Like the patients, our staff were predominantly locals with a sprinkling of Swedes and English. Not being linguistically gifted, I struggled with the Zulu language as I would with Arabic in the Middle East. We lived in the hospital grounds and related well to all. I joined the hospital tennis club where I stumbled my way through games alongside superb local players who were the regional champions. The family went on neighbourhood walks or trips to the rhinoceros reserves a few hours north of us; there was fishing at Richard’s Bay where I caught myself during the annual Shad runs; and I became a keen vegetable gardener. While out in the garden on Sunday mornings, I greeted many of the staff on their way to church, a short distance away from where I lived, so I was pleasantly surprised when the local Reverend father referred to Zonjia and myself as very “Christian people” at our farewell. It’s interesting how we were regarded as very “Muslim people” when we left after our three-year stint in Kuwait ten years later. We must be doing something right!

On the down side were the bad cases, the worst of which I cited earlier. CMH exposed me to some of the worst aspects of poverty-related illnesses known to mankind. They were a direct product of the apartheid system with families split apart with the so-called migrant labour system, and where displaced citizens from the cities were dumped for not having a hated Dompas. Without the pass-containing reference book, the bulk of South African citizens could not be domiciled in most of the country, except in the so-called Homelands or Bantustans, even though they had never been there before. Millions of citizens were afflicted by the vile Group Areas Act (over a quarter of a million in Cape Town), but it ranked a low second to the Dompas abomination as the 1952 law allowed the detention of over a quarter of a million people per year in the mid 1980s.

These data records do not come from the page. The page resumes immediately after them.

"""Pole maps and phase portraits: one marker per eigenvalue, the unit circle for discrete
models, the allowed region, baseline arrows, PNG sizes, byte-identical output, and a clear
error without matplotlib."""

import math
import struct
import subprocess
import sys
import xml.etree.ElementTree as ET

import pytest

from eigengate.reports import plots

SVG = "{http://www.w3.org/2000/svg}"
PNG_SIGNATURE = b"\x89PNG\r\n\x1a\n"


def png_size(data: bytes) -> tuple[int, int]:
    assert data[:8] == PNG_SIGNATURE
    assert data[12:16] == b"IHDR"
    return struct.unpack(">II", data[16:24])


def group(svg: str, gid: str):
    root = ET.fromstring(svg)
    found = [el for el in root.iter() if el.get("id") == gid]
    return found[0] if found else None


def markers(svg: str, gid: str) -> int:
    """Marker shapes drawn by the scatter collection with this id (matplotlib writes a shared
    marker as <use> elements, or one <path> each when the styles differ)."""
    g = group(svg, gid)
    if g is None:
        return 0
    defs = {id(el) for d in g.iter(f"{SVG}defs") for el in d.iter()}
    return sum(1 for el in g.iter() if el.tag in (f"{SVG}use", f"{SVG}path")
               and id(el) not in defs)


@pytest.mark.parametrize("name, count", [("osc", 2), ("sampled", 2), ("three", 3),
                                         ("saddle", 2), ("fine", 3)])
def test_one_marker_per_eigenvalue(mpl, by_name, name, count):
    r = by_name[name]
    assert r.spectrum.n_eigenvalues == count
    assert markers(plots.pole_map_svg(r), plots.POLE_GID) == count


def test_multiplicity_is_labelled(mpl, by_name):
    svg = plots.pole_map_svg(by_name["three"])  # -1 is a defective double eigenvalue
    assert "×2" in svg
    assert "×" not in plots.pole_map_svg(by_name["osc"])


def test_unit_circle_only_for_discrete_models(mpl, by_name):
    svg = plots.pole_map_svg(by_name["sampled"])
    assert group(svg, plots.UNIT_CIRCLE_GID) is not None
    assert "z-plane" in svg and "Re z" in svg
    cont = plots.pole_map_svg(by_name["osc"])
    assert group(cont, plots.UNIT_CIRCLE_GID) is None
    assert "s-plane" in cont


def test_allowed_region_is_shaded_when_required(mpl, by_name):
    assert group(plots.pole_map_svg(by_name["osc"]), plots.REGION_GID) is not None
    assert group(plots.pole_map_svg(by_name["sampled"]), plots.REGION_GID) is not None


def test_allowed_region_from_requirements(by_name):
    assert plots.allowed_region(by_name["osc"].model) == plots.AllowedRegion(0.0, 0.3, None)
    assert plots.allowed_region(by_name["three"].model) == plots.AllowedRegion(0.2, 0.5, 3.0)
    assert plots.allowed_region(by_name["saddle"].model) is None  # no_saddle shapes nothing


def inside(poly, x, y):
    """Point in a convex polygon (either orientation)."""
    signs = set()
    for (x0, y0), (x1, y1) in zip(poly, poly[1:] + poly[:1]):
        c = (x1 - x0) * (y - y0) - (y1 - y0) * (x - x0)
        if abs(c) > 1e-12:
            signs.add(c > 0)
    return len(signs) <= 1


@pytest.mark.parametrize("s, expected", [
    (complex(-1, 0.5), True),     # decays fast enough, ζ ≈ 0.89, ωn ≈ 1.1
    (complex(-0.1, 0.0), False),  # too slow (Re s > -0.2)
    (complex(-1, 2.5), False),    # ζ ≈ 0.37 < 0.5
    (complex(-2.9, 1.0), False),  # ωn ≈ 3.07 > 3
    (complex(-1, -1.5), True),    # lower half: ζ ≈ 0.55
])
def test_region_pieces_hold_exactly_the_allowed_poles(s, expected):
    from eigengate.rules.requirements import region_distance

    region = plots.AllowedRegion(alpha=0.2, zeta=0.5, omega=3.0)
    pieces = plots.region_pieces(region, (-10, 10, -10, 10))
    got = any(inside(p, s.real, s.imag) for p in pieces)
    assert got is expected
    assert (region_distance(s, 0.2, 0.5, 3.0) > 0) is expected  # the engine agrees


def test_negative_damping_bound_allows_part_of_the_right_half_plane():
    pieces = plots.region_pieces(plots.AllowedRegion(zeta=-0.5), (-5, 5, -5, 5))
    assert any(inside(p, 0.5, 2.0) for p in pieces)       # ζ ≈ -0.24 ≥ -0.5
    assert not any(inside(p, 2.0, 0.5) for p in pieces)   # ζ ≈ -0.97


def test_z_plane_boundaries_follow_z_equals_exp_sT():
    T, alpha = 0.1, 0.5
    (circle,) = plots._boundary_curves(plots.AllowedRegion(alpha=alpha),
                                       (-10, 1, -math.pi / T, math.pi / T), T)
    radii = [math.hypot(x, y) for x, y in circle]
    assert max(radii) == pytest.approx(math.exp(-alpha * T))
    assert min(radii) == pytest.approx(math.exp(-alpha * T))
    assert len(circle) > 20  # subdivided into an arc, not a chord


def test_baseline_poles_and_arrows(mpl, by_name):
    r = by_name["osc"]  # poles at -0.2 ± 1.99j
    svg = plots.pole_map_svg(r, baseline_poles=[complex(-0.4, 1.6)])  # the conjugate is added
    assert markers(svg, plots.BASELINE_GID) == 2
    root = ET.fromstring(svg)
    arrows = [el for el in root.iter() if (el.get("id") or "").startswith(plots.ARROW_GID)]
    assert len(arrows) == 2
    same = plots.pole_map_svg(r, baseline_poles=r.spectrum.eigenvalues())
    assert not [el for el in ET.fromstring(same).iter()
                if (el.get("id") or "").startswith(plots.ARROW_GID)]


def test_nearest_pairs_is_one_to_one():
    cur = [complex(-1, 1), complex(-1, -1), complex(-5, 0)]
    base = [complex(-1.1, -1), complex(-4, 0), complex(-1.1, 1)]
    assert plots.nearest_pairs(cur, base) == [(0, 2), (1, 0), (2, 1)]
    assert plots.nearest_pairs(cur, base[:1]) == [(1, 0)]


@pytest.mark.parametrize("dpi", [72, 90, 100])
def test_png_size_and_signature(mpl, by_name, dpi):
    data = plots.pole_map_png(by_name["sampled"], dpi=dpi)
    assert png_size(data) == (round(4.5 * dpi), round(3.6 * dpi))
    assert len(data) < 60_000


def test_output_is_deterministic_whatever_the_users_style(mpl, by_name):
    r = by_name["three"]
    png, svg = plots.pole_map_png(r), plots.pole_map_svg(r)
    pp = plots.phase_portrait_png(by_name["osc"])
    with mpl.rc_context({"lines.linewidth": 4, "font.size": 20, "axes.facecolor": "black",
                         "svg.hashsalt": None}):
        assert plots.pole_map_png(r) == png
        assert plots.pole_map_svg(r) == svg
        assert plots.phase_portrait_png(by_name["osc"]) == pp
    assert "Date" not in svg and "Matplotlib" not in svg
    assert b"Software" not in png and b"tEXt" not in png
    assert mpl.rcParams["svg.hashsalt"] is None  # the user's style is left as it was


def test_phase_portrait_draws_eigenvector_lines(mpl, by_name):
    r = by_name["saddle"]  # eigenvalues 1 (unstable, along tilt) and -2 (stable)
    with plots._style() as m:
        fig = plots.phase_portrait_figure(r, mpl=m)
        ax = fig.axes[0]
        legend = [t.get_text() for t in fig.legends[0].get_texts()]
        assert legend == ["λ = 1 (unstable direction)", "λ = -2 (stable direction)"]
        # The two eigenvector lines through the origin: (1, 0) and (0.5, -3)/|·|.
        slopes = set()
        for line in ax.lines:
            x, y = line.get_data()
            if len(x) == 2 and x[0] == -x[1] and x[0] != 0:
                slopes.add(round(float(y[1] / x[1]), 6))
        assert slopes == {0.0, -6.0}
        assert ax.get_xlabel() == "tilt" and ax.get_ylabel() == "drift"
    assert png_size(plots.phase_portrait_png(r, dpi=80)) == (360, 288)


def test_phase_portrait_of_a_discrete_model_draws_orbits(mpl, by_name):
    data = plots.phase_portrait_png(by_name["sampled"])
    assert png_size(data) == (450, 360)


def test_phase_portrait_needs_two_states(mpl, by_name):
    with pytest.raises(ValueError, match="two-state model.*3 states"):
        plots.phase_portrait_png(by_name["three"])


def test_missing_matplotlib_is_a_clear_error(monkeypatch, by_name):
    monkeypatch.setitem(sys.modules, "matplotlib", None)  # import matplotlib → ImportError
    from eigengate.errors import EigengateError

    for call in (lambda: plots.pole_map_png(by_name["osc"]),
                 lambda: plots.pole_map_svg(by_name["osc"]),
                 lambda: plots.phase_portrait_png(by_name["osc"])):
        with pytest.raises(plots.ReportDependencyError) as info:
            call()
        assert isinstance(info.value, EigengateError)
        assert 'pip install "eigengate[report]"' in str(info.value)


def test_the_rest_of_the_tool_never_imports_matplotlib(repo_root):
    root = repo_root
    code = (
        "import sys\n"
        "from eigengate.scan.engine import check_paths\n"
        "from eigengate.reports.text import render_results\n"
        "import eigengate.reports.html, eigengate.reports.plots, eigengate.cli\n"
        f"res = check_paths([{str(root / 'models')!r}], root={str(root)!r})\n"
        "render_results(res)\n"
        "print('matplotlib' in sys.modules)\n"
        "sys.modules['matplotlib'] = None\n"
        "try:\n"
        "    eigengate.reports.html.render_html(res, tool_version='0')\n"
        "except eigengate.reports.plots.ReportDependencyError as exc:\n"
        "    print(exc)\n")
    out = subprocess.run([sys.executable, "-c", code], capture_output=True, text=True,
                         timeout=120)
    assert out.returncode == 0, out.stderr
    first, second = out.stdout.strip().splitlines()
    assert first == "False"
    assert second == ('the HTML report needs matplotlib, which is not installed; install it '
                      'with pip install "eigengate[report]"')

My time in Zululand was the most satisfying all-round period of my life. Socially, it provided all of us with a unique opportunity to live together, unlike our segregated lives in the major cities. Much of this has changed in the more integrated modern day South Africa, though, sadly, our years of separation, still fragment the nation.

Besides allowing me to experience a much more normal family life, Zululand was significantly transformative in terms of my decision to do radiology on my return to Cape Town. It proved to be a life-changing experience which resulted in many years of professional fulfilment around the world as a radiologist in Cape Town, Kuwait, New Zealand, Oman and Australia.

For all those bad and good times, I am eternally grateful for the three years I spent at Ceza Mission Hospital.